==== Records ====

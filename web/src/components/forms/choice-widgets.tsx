/**
 * Choices: a select, a radio group, one checkbox, and a checkbox group (an array of enum values).
 * Groups are fieldsets with the field's label as legend, so each option is named in context.
 */
import type { WidgetProps } from '@rjsf/utils';
import {
  ariaDescribedByIds,
  descriptionId,
  enumOptionsDeselectValue,
  enumOptionsIndexForValue,
  enumOptionsIsSelected,
  enumOptionsSelectValue,
  enumOptionsValueForIndex,
  optionId,
} from '@rjsf/utils';
import type { ReactNode } from 'react';
import { cn } from '../../lib/cn';
import { inputClass } from './input-class';

const OPTION_ROW = 'flex items-center gap-2 rounded px-1 py-0.5 text-sm';
const CONTROL = 'h-4 w-4 accent-fern dark:accent-fern-soft';

function ChoiceGroup({ id, label, required, children, inline = false }: { id: string; label: string; required?: boolean; children: ReactNode; inline?: boolean }) {
  return (
    <fieldset id={id} aria-describedby={ariaDescribedByIds(id)}>
      <legend className="mb-1 text-sm font-medium">
        {label}
        {required && <span className="sr-only"> (required)</span>}
      </legend>
      <div className={cn(inline ? 'flex flex-wrap gap-x-4 gap-y-1' : 'grid grid-cols-1 gap-y-0.5 sm:grid-cols-2 sm:gap-x-4')}>{children}</div>
    </fieldset>
  );
}

export function SelectWidget({ id, htmlName, options, value, disabled, readonly, required, multiple, rawErrors, onChange, onBlur, onFocus, placeholder }: WidgetProps) {
  const { enumOptions = [], emptyValue } = options;
  const selected = enumOptionsIndexForValue(value, enumOptions, multiple) ?? '';
  const toValue = (index: string) => enumOptionsValueForIndex(index, enumOptions, emptyValue);
  return (
    <select
      id={id}
      name={htmlName || id}
      value={typeof selected === 'string' ? selected : selected[0]}
      disabled={disabled || readonly}
      required={required}
      aria-invalid={(rawErrors?.length ?? 0) > 0 || undefined}
      aria-describedby={ariaDescribedByIds(id)}
      onChange={(e) => onChange(toValue(e.target.value))}
      onBlur={(e) => onBlur(id, toValue(e.target.value))}
      onFocus={(e) => onFocus(id, toValue(e.target.value))}
      className={inputClass({ invalid: (rawErrors?.length ?? 0) > 0 })}
    >
      {!required && <option value="">{placeholder || '—'}</option>}
      {enumOptions.map((option, index) => (
        <option key={index} value={String(index)}>
          {option.label}
        </option>
      ))}
    </select>
  );
}

/** Read-only choices read as words, not as greyed-out controls whose state is hard to see. */
function ChosenWords({ id, label, words, note }: { id: string; label: string; words: string; note?: string }) {
  return (
    <div id={id}>
      <p className="mb-1 text-sm font-medium">{label}</p>
      <p className="py-1.5 text-sm">{words}</p>
      {note && <p className="mt-1 text-xs leading-snug text-ink-soft dark:text-night-ink-soft">{note}</p>}
    </div>
  );
}

export function RadioWidget({ id, htmlName, label, options, value, disabled, readonly, required, onChange, onBlur, onFocus }: WidgetProps) {
  const { enumOptions = [] } = options;
  if (readonly) return <ChosenWords id={id} label={label} words={enumOptions.find((o) => enumOptionsIsSelected(o.value, value))?.label ?? 'not set'} />;
  return (
    <ChoiceGroup id={id} label={label} required={required} inline>
      {enumOptions.map((option, index) => (
        <label key={index} className={OPTION_ROW}>
          <input
            type="radio"
            id={optionId(id, index)}
            name={htmlName || id}
            className={CONTROL}
            checked={enumOptionsIsSelected(option.value, value)}
            disabled={disabled || readonly}
            onChange={() => onChange(option.value)}
            onBlur={() => onBlur(id, value)}
            onFocus={() => onFocus(id, value)}
          />
          {option.label}
        </label>
      ))}
    </ChoiceGroup>
  );
}

export function CheckboxesWidget({ id, htmlName, label, options, value, disabled, readonly, required, onChange, onBlur, onFocus }: WidgetProps) {
  const { enumOptions = [], enumDisabled = [] } = options;
  const values: unknown[] = Array.isArray(value) ? value : [];
  if (readonly) {
    const chosen = enumOptions.filter((o) => enumOptionsIsSelected(o.value, values)).map((o) => o.label);
    const left = enumOptions.filter((o) => !enumOptionsIsSelected(o.value, values)).map((o) => o.label);
    return <ChosenWords id={id} label={label} words={`${chosen.join(', ') || 'none'}${left.length > 0 ? ` (left out: ${left.join(', ')})` : ''}`} />;
  }
  return (
    <ChoiceGroup id={id} label={label} required={required}>
      {enumOptions.map((option, index) => (
        <label key={index} className={OPTION_ROW}>
          <input
            type="checkbox"
            id={optionId(id, index)}
            name={htmlName || id}
            className={CONTROL}
            checked={enumOptionsIsSelected(option.value, values)}
            disabled={disabled || readonly || (enumDisabled as unknown[]).includes(option.value)}
            onChange={(e) => onChange(e.target.checked ? enumOptionsSelectValue(index, values, enumOptions) : enumOptionsDeselectValue(index, values, enumOptions))}
            onBlur={() => onBlur(id, values)}
            onFocus={() => onFocus(id, values)}
          />
          {option.label}
        </label>
      ))}
    </ChoiceGroup>
  );
}

/** One boolean: the box, its label, and the schema's description under it. */
export function CheckboxWidget({ id, htmlName, label, value, disabled, readonly, schema, onChange, onBlur, onFocus }: WidgetProps) {
  if (readonly) return <ChosenWords id={id} label={label} words={value === true ? 'Yes' : 'No'} note={schema.description} />;
  return (
    <div>
      <label className={cn(OPTION_ROW, 'px-0 font-medium')}>
        <input
          type="checkbox"
          id={id}
          name={htmlName || id}
          className={CONTROL}
          checked={value === true}
          disabled={disabled || readonly}
          aria-describedby={ariaDescribedByIds(id)}
          onChange={(e) => onChange(e.target.checked)}
          onBlur={(e) => onBlur(id, e.target.checked)}
          onFocus={(e) => onFocus(id, e.target.checked)}
        />
        {label}
      </label>
      {schema.description && (
        <p id={descriptionId(id)} className="mt-0.5 ml-6 text-xs leading-snug text-ink-soft dark:text-night-ink-soft">
          {schema.description}
        </p>
      )}
    </div>
  );
}

/**
 * A value the form does not edit (a `const`, or a choice made outside the form): shown, not
 * edited. `ui:options.display` names it in words, or `ui:options.displayByValue` each value.
 */
export function FixedWidget({ id, htmlName, value, options }: WidgetProps) {
  const byValue = options.displayByValue as Record<string, string> | undefined;
  const named = byValue && typeof value === 'string' ? byValue[value] : undefined;
  const shown = named ?? (typeof options.display === 'string' ? options.display : String(value ?? ''));
  return <input id={id} name={htmlName || id} readOnly value={shown} aria-describedby={ariaDescribedByIds(id)} className={inputClass({ readonly: true })} />;
}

====

### [Activity]
Scan the entries above for the string "import" and copy each line that contains it.

### [Solution for this exercise]
import type { WidgetProps } from '@rjsf/utils';
import {
import type { ReactNode } from 'react';
import { cn } from '../../lib/cn';
import { inputClass } from './input-class';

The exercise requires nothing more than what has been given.